INPUT DATA
import fc from 'fast-check';
import { describe, expect, it } from 'vitest';
import type { HeldAnswer } from '#shared/contracts/listener-live.ts';
import { answerLeaf } from '#shared/session/answer-leaf.ts';
import {
  acknowledged,
  answerTo,
  commandOf,
  isDifferent,
  isOwnLeaf,
  learnt,
  nextToSend,
  type OwnAnswer,
  refused,
  tapped,
  withAnswer,
} from '../../src/listener/answers.ts';

const place = { session: '7d3f0c7e-3f8e-4a55-9a54-0b2f5d1c9e01', seat: 'L01' };
const saltOf = (number: number) => number.toString(16).padStart(32, '0');
const tap = (choice: string, salt: number, trial = 4) => ({ trial, choice, confidence: null, salt: saltOf(salt) });

/** What a server that keeps to the rules holds once it has the answer. */
function heldBy(answer: OwnAnswer): HeldAnswer {
  const { trial, choice, confidence, revision, salt } = answer;
  const leaf = answerLeaf({ salt, trial, choice, confidence, ...place });
  return { trial, choice, confidence, revision, leaf, heldAt: 1_000 };
}

describe('an answer on the phone', () => {
  const first = tapped(null, tap('A', 1), place);

  it('is still on this phone until the server holds it [S13]', () => {
    expect(first.state).toBe('here');
    expect(acknowledged(first, heldBy(first))).toMatchObject({ state: 'held', heldAt: 1_000, choice: 'A' });
  });

  it('is sent as it was tapped, with its revision and salt [S7]', () => {
    expect(commandOf(first)).toEqual({ kind: 'answer', ...tap('A', 1), revision: 1 });
  });

  it('takes the next revision and a fresh salt when it is changed, and forgets neither leaf [S7]', () => {
    const second = tapped(first, tap('B', 2), place);
    expect(second).toMatchObject({ revision: 2, choice: 'B', salt: saltOf(2), state: 'here' });
    expect(second.leaves.map(({ revision }) => revision)).toEqual([1, 2]);
  });

  it('begins anew at revision 1 for another trial', () => {
    expect(tapped(first, tap('B', 2, 5), place)).toMatchObject({ trial: 5, revision: 1 });
  });

  it('stays here when only an older revision was acknowledged [S13]', () => {
    const second = tapped(first, tap('B', 2), place);
    expect(acknowledged(second, heldBy(first))).toMatchObject({ state: 'here', choice: 'B', revision: 2 });
  });

  it('gives way to a newer revision from another window of the seat', () => {
    const elsewhere = heldBy(tapped(tapped(null, tap('A', 7), place), tap('B', 8), place));
    expect(acknowledged(first, elsewhere)).toMatchObject({ state: 'held', choice: 'B', revision: 2, salt: '' });
  });

  it('is told apart from what the server holds under its very revision [S7]', () => {
    const other = { ...heldBy(first), choice: 'B', leaf: 'f'.repeat(64) };
    expect(isDifferent(first, other)).toBe(true);
    expect(isDifferent(first, heldBy(first))).toBe(false);
    expect(acknowledged(first, other)).toEqual(learnt(other));
  });

  it('says why it was not taken', () => {
    expect(refused(first, 'late', 'Trial 4 had locked.')).toMatchObject({ state: 'late', why: 'Trial 4 had locked.' });
  });
});

describe('the leaf that locks', () => {
  const first = tapped(null, tap('A', 1), place);
  const second = tapped(first, tap('B', 2), place);

  it('is own while either revision may be the one, and foreign otherwise [S7]', () => {
    expect(isOwnLeaf(second, heldBy(first).leaf)).toBe(true);
    expect(isOwnLeaf(second, heldBy(second).leaf)).toBe(true);
    expect(isOwnLeaf(second, 'f'.repeat(64))).toBe(false);
  });

  it('of a revision before the acknowledged one is foreign: the server has dropped it [S7]', () => {
    expect(isOwnLeaf(acknowledged(second, heldBy(second)), heldBy(first).leaf)).toBe(false);
  });

  it('cannot be told without the salt', () => {
    expect(isOwnLeaf(learnt(heldBy(first)), heldBy(first).leaf)).toBeNull();
    expect(isOwnLeaf(null, heldBy(first).leaf)).toBeNull();
  });
});

describe('the answers of a seat', () => {
  it('are kept one for each trial, in order, and the earliest undelivered goes first', () => {
    const fourth = tapped(null, tap('A', 1), place);
    const fifth = tapped(null, tap('B', 2, 5), place);
    const kept = withAnswer(withAnswer([fifth], fourth), acknowledged(fourth, heldBy(fourth)));
    expect(kept.map(({ trial, state }) => [trial, state])).toEqual([
      [4, 'held'],
      [5, 'here'],
    ]);
    expect(nextToSend(kept)?.trial).toBe(5);
    expect(answerTo(kept, 4)?.choice).toBe('A');
    expect(answerTo(kept, 9)).toBeNull();
  });

  it('end held as last tapped, whatever was lost or came twice on the way [S7] [S13]', () => {
    const events = fc.array(fc.oneof(fc.constantFrom('A', 'B'), fc.constantFrom('sent', 'lost', 'again')), {
      minLength: 1,
      maxLength: 30,
    });
    fc.assert(
      fc.property(events, (sequence) => {
        let own: OwnAnswer | null = null;
        let server: HeldAnswer | null = null;
        let last: string | null = null;
        const deliver = (isHeard: boolean) => {
          if (own === null) return;
          if (server === null || server.revision < own.revision) server = heldBy(own);
          if (isHeard) own = acknowledged(own, server);
        };
        for (const [index, event] of sequence.entries()) {
          if (event === 'A' || event === 'B') {
            own = tapped(own, tap(event, index + 1), place);
            last = event;
          } else if (event === 'again' && server !== null && own !== null) own = acknowledged(own, server);
          else deliver(event === 'sent');
        }
        deliver(true);
        const end = own as OwnAnswer | null;
        if (end === null) return last === null;
        return end.state === 'held' && end.choice === last && isOwnLeaf(end, heldBy(end).leaf) === true;
      }),
    );
  });
});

GOAL OF THE EXERCISE
From the listing above, copy every line that includes the word "heldAt".

EXERCISE RESULT
  return { trial, choice, confidence, revision, leaf, heldAt: 1_000 };
    expect(acknowledged(first, heldBy(first))).toMatchObject({ state: 'held', heldAt: 1_000, choice: 'A' });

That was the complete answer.